» Problem to solve:
Set down exactly the lines below, from the one containing "export const ROOM_TEMPERATURE_KELVIN = 298.15" through the final line, and include no others.

Stored entries
*** Block opens ***

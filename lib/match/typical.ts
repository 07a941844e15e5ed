import type { ArmAndLead, Cartridge, CartridgeType, NextInput } from './inputs'
import { between, exactly, type Quantity } from './quantity'

/**
 * What is usual, for values that nobody knows. Each steps in as a range, named `typical`, or `unknown` where not
 * even the type is known. Ranges met in practice (read in part, memory in part): moving magnet 2.5–10 mV,
 * 400–1500 Ω, 250–900 mH; moving iron 2–6 mV, 300–1000 Ω, 30–550 mH; high-output moving coil 1–2.5 mV, 70–200 Ω,
 * 0.06–2 mH; low-output moving coil 0.1–0.7 mV, 2–45 Ω, 2–60 µH.
 */
interface Usual {
  outputVolts: [number, number]
  coilOhms: [number, number]
  coilHenries: [number, number]
  massKilograms: [number, number]
  compliance: [number, number]
}

const MAGNET: Usual = {
  outputVolts: [2.5e-3, 8e-3],
  coilOhms: [400, 1500],
  coilHenries: [0.25, 0.9],
  massKilograms: [5e-3, 7.5e-3],
  compliance: [10e-3, 30e-3],
}
const IRON: Usual = { ...MAGNET, outputVolts: [2e-3, 6e-3], coilOhms: [300, 1000], coilHenries: [0.03, 0.55] }
const COIL: Usual = {
  outputVolts: [0.2e-3, 2.5e-3],
  coilOhms: [3, 160],
  coilHenries: [2e-6, 1e-3],
  massKilograms: [5.5e-3, 11e-3],
  compliance: [7e-3, 18e-3],
}
const LOW_COIL: Usual = { ...COIL, outputVolts: [0.15e-3, 0.7e-3], coilOhms: [2, 45], coilHenries: [2e-6, 60e-6] }
const HIGH_COIL: Usual = { ...COIL, outputVolts: [1e-3, 2.5e-3], coilOhms: [70, 200], coilHenries: [60e-6, 2e-3] }
const ANY: Usual = {
  outputVolts: [0.2e-3, 8e-3],
  coilOhms: [3, 1500],
  coilHenries: [2e-6, 0.9],
  massKilograms: [5e-3, 11e-3],
  compliance: [7e-3, 30e-3],
}

/** Output that parts low-output from high-output moving coils, volts at the reference level. */
const HIGH_OUTPUT_COIL_VOLTS = 0.85e-3

/** What is known of a cartridge's electrics, for narrowing what is not. */
export interface KnownOfCartridge {
  outputVolts?: Quantity | null
  coilOhms?: Quantity | null
  coilHenries?: Quantity | null
}

function usualFor(type: CartridgeType, known: KnownOfCartridge): Usual {
  if (type === 'moving-magnet') return MAGNET
  if (type === 'moving-iron') return IRON
  if (type !== 'moving-coil') return ANY
  const output = known.outputVolts
  if (output && output.low >= HIGH_OUTPUT_COIL_VOLTS) return HIGH_COIL
  if (output && output.high < HIGH_OUTPUT_COIL_VOLTS) return LOW_COIL
  const coil = known.coilOhms
  if (coil && coil.low >= 60) return HIGH_COIL
  if (coil && coil.high < 60) return LOW_COIL
  return COIL
}

const clamp = (value: number, [low, high]: [number, number]) => Math.min(Math.max(value, low), high)

/**
 * Turns follow from output and wire: a magnet's inductance grows with the square of its turns, its output with the
 * turns, its resistance with them. So 5.4 mV usually means some 400 to 550 mH. Rule of thumb, no source; the
 * published pairs 610 Ω/470 mH, 1000 Ω/500 mH, 1300 Ω/700 mH lie inside.
 */
function usualInductance(type: CartridgeType, known: KnownOfCartridge, usual: Usual): [number, number] {
  if (type === 'moving-magnet' && known.outputVolts) {
    const middle = 0.47 * (known.outputVolts.nominal / 5.4e-3) ** 0.6
    const spread = known.coilOhms ? 1.17 : 1.3
    return [clamp(middle / spread, usual.coilHenries), clamp(middle * spread, usual.coilHenries)]
  }
  if (type === 'moving-coil' && known.coilOhms) {
    const middle = 1.9e-6 * known.coilOhms.nominal
    return [clamp(middle / 2.5, usual.coilHenries), clamp(middle * 2.5, usual.coilHenries)]
  }
  return usual.coilHenries
}

function usualResistance(type: CartridgeType, known: KnownOfCartridge, usual: Usual): [number, number] {
  if (type === 'moving-coil' && known.outputVolts) {
    const middle = 25 * (known.outputVolts.nominal / 0.4e-3) ** 1.1
    return [clamp(middle / 3, usual.coilOhms), clamp(middle * 2.2, usual.coilOhms)]
  }
  return usual.coilOhms
}

type TypicalCartridge = Pick<
  Cartridge,
  'outputVolts' | 'coilOhms' | 'coilHenries' | 'massKilograms' | 'complianceMetresPerNewton'
>

/**
 * The usual values of a cartridge of this type, each narrowed by what is known. Known values are not repeated:
 * the caller puts them in place of these. Complete for every type; types without a coil give the widest ranges.
 */
export function typicalCartridge(type: CartridgeType, known: KnownOfCartridge = {}): TypicalCartridge {
  const usual = usualFor(type, known)
  const origin = type === 'unknown' ? 'unknown' : 'typical'
  const range = ([low, high]: [number, number]) => between(low, high, origin)
  return {
    outputVolts: range(usual.outputVolts),
    coilOhms: range(usualResistance(type, known, usual)),
    coilHenries: range(usualInductance(type, known, usual)),
    massKilograms: range(usual.massKilograms),
    complianceMetresPerNewton: range(usual.compliance),
  }
}

/** Arm of an unknown make; screws and nuts; arm wire 10–40 pF (published range); lead 80–200 pF. */
export const TYPICAL_ARM: Pick<ArmAndLead, 'effectiveMassKilograms' | 'fixingsKilograms' | 'wiringFarads'> = {
  effectiveMassKilograms: between(8e-3, 16e-3, 'typical'),
  fixingsKilograms: between(0.5e-3, 1.5e-3, 'typical'),
  wiringFarads: between(10e-12, 40e-12, 'typical'),
}
export const TYPICAL_LEAD_FARADS: Quantity = between(80e-12, 200e-12, 'typical')

/** Capacitance of ordinary cable, farads per metre: 66–100 pF/m (published range). */
export const TYPICAL_CABLE_FARADS_PER_METRE: Quantity = between(66e-12, 100e-12, 'typical')

/** Next inputs by kind: amplifiers take 2–10 V, digital inputs clip near 2 V RMS (common practice, no source). */
export const TYPICAL_NEXT: Record<NextInput['kind'], Pick<NextInput, 'maximumVolts' | 'inputOhms'>> = {
  line: { maximumVolts: between(3.5, 10, 'typical'), inputOhms: between(10e3, 100e3, 'typical') },
  digital: { maximumVolts: between(1.9, 2.3, 'typical'), inputOhms: between(10e3, 47e3, 'typical') },
  recorder: { maximumVolts: between(2, 5, 'typical'), inputOhms: between(22e3, 100e3, 'typical') },
  headphones: { maximumVolts: between(2.5, 8, 'typical'), inputOhms: between(10e3, 50e3, 'typical') },
  phono: { maximumVolts: between(0.05, 0.2, 'typical'), inputOhms: between(45e3, 50e3, 'typical') },
  unknown: { maximumVolts: between(2, 10, 'unknown'), inputOhms: between(10e3, 100e3, 'unknown') },
}
/** A cable of about a metre from preamp to amplifier. */
export const TYPICAL_CABLE_FARADS: Quantity = between(70e-12, 200e-12, 'typical')

/** Room temperature, kelvin; noise figures in the trade are for 25 °C. */
export const ROOM_TEMPERATURE_KELVIN = 298.15

/** No transformer and no cable: a capacitance known to be nothing. */
export const NO_FARADS: Quantity = exactly(0, 'owner')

*** Block closes ***

» Exercise answer:
export const ROOM_TEMPERATURE_KELVIN = 298.15

/** No transformer and no cable: a capacitance known to be nothing. */
export const NO_FARADS: Quantity = exactly(0, 'owner')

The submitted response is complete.